• MATERIAL FOR THIS TASK:
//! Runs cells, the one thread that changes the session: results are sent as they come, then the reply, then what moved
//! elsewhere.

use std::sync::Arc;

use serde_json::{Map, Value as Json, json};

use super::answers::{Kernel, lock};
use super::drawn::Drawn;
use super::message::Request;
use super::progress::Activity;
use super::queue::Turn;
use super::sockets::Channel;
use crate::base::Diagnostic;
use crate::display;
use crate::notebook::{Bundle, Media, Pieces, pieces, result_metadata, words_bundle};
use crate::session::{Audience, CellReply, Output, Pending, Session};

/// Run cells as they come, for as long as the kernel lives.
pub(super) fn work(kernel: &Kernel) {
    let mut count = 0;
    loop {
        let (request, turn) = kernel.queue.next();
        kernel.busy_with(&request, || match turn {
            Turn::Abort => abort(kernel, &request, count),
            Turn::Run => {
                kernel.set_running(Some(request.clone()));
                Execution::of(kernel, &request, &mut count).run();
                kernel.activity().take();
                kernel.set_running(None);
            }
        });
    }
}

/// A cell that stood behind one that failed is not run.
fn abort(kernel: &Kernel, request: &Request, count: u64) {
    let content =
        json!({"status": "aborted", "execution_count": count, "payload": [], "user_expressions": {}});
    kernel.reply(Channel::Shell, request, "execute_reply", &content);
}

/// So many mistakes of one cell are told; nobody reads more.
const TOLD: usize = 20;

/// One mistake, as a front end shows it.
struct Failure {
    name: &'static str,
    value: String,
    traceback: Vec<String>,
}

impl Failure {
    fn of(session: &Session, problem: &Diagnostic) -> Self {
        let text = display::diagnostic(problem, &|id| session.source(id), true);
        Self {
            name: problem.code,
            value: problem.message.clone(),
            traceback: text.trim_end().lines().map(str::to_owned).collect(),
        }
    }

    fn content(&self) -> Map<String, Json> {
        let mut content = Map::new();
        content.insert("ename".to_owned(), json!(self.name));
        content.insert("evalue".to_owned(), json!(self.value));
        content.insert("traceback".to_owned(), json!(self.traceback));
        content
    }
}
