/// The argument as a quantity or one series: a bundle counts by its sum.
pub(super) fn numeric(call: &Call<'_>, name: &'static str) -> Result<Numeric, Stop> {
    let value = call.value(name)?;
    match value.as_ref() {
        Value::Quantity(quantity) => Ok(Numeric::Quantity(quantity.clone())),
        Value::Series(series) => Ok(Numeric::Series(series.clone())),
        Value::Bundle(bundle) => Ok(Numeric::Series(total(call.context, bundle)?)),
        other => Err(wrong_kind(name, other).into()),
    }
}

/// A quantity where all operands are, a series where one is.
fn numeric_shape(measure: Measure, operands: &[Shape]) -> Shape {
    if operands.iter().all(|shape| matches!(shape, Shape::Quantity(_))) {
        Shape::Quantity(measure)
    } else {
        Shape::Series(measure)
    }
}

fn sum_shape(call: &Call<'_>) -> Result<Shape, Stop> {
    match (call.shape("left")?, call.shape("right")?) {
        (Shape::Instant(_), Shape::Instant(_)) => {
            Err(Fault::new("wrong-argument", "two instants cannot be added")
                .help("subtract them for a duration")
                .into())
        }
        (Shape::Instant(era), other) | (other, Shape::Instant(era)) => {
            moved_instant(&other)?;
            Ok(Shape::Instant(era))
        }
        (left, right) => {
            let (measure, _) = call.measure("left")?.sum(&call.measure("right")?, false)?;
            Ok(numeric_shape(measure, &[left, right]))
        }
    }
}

---

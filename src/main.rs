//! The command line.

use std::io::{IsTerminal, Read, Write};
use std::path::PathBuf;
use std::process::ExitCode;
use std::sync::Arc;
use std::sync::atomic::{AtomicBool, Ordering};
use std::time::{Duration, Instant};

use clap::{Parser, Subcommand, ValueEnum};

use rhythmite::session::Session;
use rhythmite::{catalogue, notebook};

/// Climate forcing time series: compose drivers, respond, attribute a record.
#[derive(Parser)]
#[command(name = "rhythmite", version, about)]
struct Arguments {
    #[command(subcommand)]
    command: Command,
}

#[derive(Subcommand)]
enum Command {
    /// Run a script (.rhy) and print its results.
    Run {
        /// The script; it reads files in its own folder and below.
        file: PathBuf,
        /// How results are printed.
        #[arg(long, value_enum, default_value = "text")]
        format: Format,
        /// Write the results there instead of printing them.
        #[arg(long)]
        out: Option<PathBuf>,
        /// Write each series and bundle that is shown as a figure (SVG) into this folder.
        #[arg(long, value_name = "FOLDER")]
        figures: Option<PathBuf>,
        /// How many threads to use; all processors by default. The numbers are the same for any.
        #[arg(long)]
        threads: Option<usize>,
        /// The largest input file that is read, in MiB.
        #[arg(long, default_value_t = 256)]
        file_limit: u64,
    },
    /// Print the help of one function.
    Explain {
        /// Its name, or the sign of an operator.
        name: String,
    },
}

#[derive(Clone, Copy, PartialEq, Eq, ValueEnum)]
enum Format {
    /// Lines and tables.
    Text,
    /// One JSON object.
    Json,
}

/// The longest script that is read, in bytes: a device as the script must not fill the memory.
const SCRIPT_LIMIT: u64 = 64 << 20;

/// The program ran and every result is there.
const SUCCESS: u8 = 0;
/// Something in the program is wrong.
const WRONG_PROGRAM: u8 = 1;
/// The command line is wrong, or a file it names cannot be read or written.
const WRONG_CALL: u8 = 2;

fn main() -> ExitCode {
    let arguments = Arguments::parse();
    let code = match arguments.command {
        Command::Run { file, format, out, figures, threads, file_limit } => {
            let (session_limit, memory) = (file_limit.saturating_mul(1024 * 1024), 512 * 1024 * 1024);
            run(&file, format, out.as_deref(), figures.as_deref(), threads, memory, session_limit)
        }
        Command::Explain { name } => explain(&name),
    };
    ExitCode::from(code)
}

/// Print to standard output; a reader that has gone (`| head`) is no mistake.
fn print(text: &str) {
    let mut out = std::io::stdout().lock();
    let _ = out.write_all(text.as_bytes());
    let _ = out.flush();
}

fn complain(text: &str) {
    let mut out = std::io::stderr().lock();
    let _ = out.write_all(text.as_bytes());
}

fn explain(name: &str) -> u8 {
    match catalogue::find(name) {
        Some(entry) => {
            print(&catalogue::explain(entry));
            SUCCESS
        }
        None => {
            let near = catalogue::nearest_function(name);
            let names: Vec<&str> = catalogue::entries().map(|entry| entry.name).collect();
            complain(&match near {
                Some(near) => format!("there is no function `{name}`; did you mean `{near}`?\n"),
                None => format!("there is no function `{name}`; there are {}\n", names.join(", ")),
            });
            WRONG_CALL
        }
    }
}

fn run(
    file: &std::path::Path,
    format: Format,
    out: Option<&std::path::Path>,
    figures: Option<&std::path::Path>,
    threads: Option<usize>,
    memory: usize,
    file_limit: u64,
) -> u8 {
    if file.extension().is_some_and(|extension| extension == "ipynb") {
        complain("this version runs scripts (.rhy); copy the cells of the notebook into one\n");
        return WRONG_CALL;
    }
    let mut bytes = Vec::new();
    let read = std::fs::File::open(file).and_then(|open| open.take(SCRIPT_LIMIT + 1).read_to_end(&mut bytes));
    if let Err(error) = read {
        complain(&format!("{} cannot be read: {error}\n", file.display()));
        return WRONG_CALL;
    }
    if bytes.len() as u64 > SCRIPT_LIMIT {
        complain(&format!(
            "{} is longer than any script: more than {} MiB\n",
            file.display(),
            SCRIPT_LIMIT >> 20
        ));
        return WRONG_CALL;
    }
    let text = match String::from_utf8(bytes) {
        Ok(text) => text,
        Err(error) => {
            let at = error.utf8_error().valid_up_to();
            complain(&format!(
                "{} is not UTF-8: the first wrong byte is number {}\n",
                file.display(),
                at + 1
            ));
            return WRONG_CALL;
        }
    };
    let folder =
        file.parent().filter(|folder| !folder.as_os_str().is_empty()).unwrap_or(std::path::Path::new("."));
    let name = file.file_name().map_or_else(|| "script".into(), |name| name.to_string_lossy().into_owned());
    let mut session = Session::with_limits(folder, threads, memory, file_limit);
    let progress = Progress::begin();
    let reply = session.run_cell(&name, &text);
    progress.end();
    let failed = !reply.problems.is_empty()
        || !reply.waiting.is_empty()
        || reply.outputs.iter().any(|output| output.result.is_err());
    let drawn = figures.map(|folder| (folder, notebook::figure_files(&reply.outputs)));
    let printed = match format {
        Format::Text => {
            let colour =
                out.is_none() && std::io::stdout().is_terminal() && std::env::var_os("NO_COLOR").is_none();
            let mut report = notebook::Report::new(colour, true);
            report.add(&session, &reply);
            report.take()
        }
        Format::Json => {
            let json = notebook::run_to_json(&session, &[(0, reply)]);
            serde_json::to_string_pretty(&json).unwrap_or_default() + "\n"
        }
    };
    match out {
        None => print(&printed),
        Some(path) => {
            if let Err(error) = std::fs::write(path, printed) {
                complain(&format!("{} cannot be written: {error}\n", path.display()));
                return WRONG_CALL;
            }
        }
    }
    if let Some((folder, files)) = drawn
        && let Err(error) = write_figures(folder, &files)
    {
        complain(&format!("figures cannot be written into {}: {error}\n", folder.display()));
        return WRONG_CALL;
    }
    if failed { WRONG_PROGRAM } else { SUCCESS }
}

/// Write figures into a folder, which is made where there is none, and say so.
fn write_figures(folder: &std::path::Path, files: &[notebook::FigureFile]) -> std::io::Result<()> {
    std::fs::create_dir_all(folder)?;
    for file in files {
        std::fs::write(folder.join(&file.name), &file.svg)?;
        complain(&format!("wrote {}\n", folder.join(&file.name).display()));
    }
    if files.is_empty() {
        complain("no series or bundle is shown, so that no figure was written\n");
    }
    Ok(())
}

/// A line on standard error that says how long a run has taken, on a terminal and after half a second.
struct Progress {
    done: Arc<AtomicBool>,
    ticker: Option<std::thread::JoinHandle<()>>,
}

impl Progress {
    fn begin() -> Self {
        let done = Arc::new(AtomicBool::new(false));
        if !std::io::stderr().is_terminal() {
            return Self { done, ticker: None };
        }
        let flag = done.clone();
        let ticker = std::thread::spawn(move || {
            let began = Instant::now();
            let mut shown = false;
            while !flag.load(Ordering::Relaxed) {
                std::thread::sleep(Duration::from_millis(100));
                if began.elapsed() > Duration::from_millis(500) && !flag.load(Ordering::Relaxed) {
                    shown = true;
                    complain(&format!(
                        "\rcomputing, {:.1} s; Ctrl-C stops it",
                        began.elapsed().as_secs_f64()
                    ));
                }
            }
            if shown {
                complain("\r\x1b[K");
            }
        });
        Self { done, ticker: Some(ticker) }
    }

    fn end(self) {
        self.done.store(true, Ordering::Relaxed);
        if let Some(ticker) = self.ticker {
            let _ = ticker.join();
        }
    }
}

• EXERCISE:
All lines in the listing above with the string "catalogue" should be returned.

• RESULT OF THE EXERCISE:
use rhythmite::{catalogue, notebook};
    match catalogue::find(name) {
            print(&catalogue::explain(entry));
            let near = catalogue::nearest_function(name);
            let names: Vec<&str> = catalogue::entries().map(|entry| entry.name).collect();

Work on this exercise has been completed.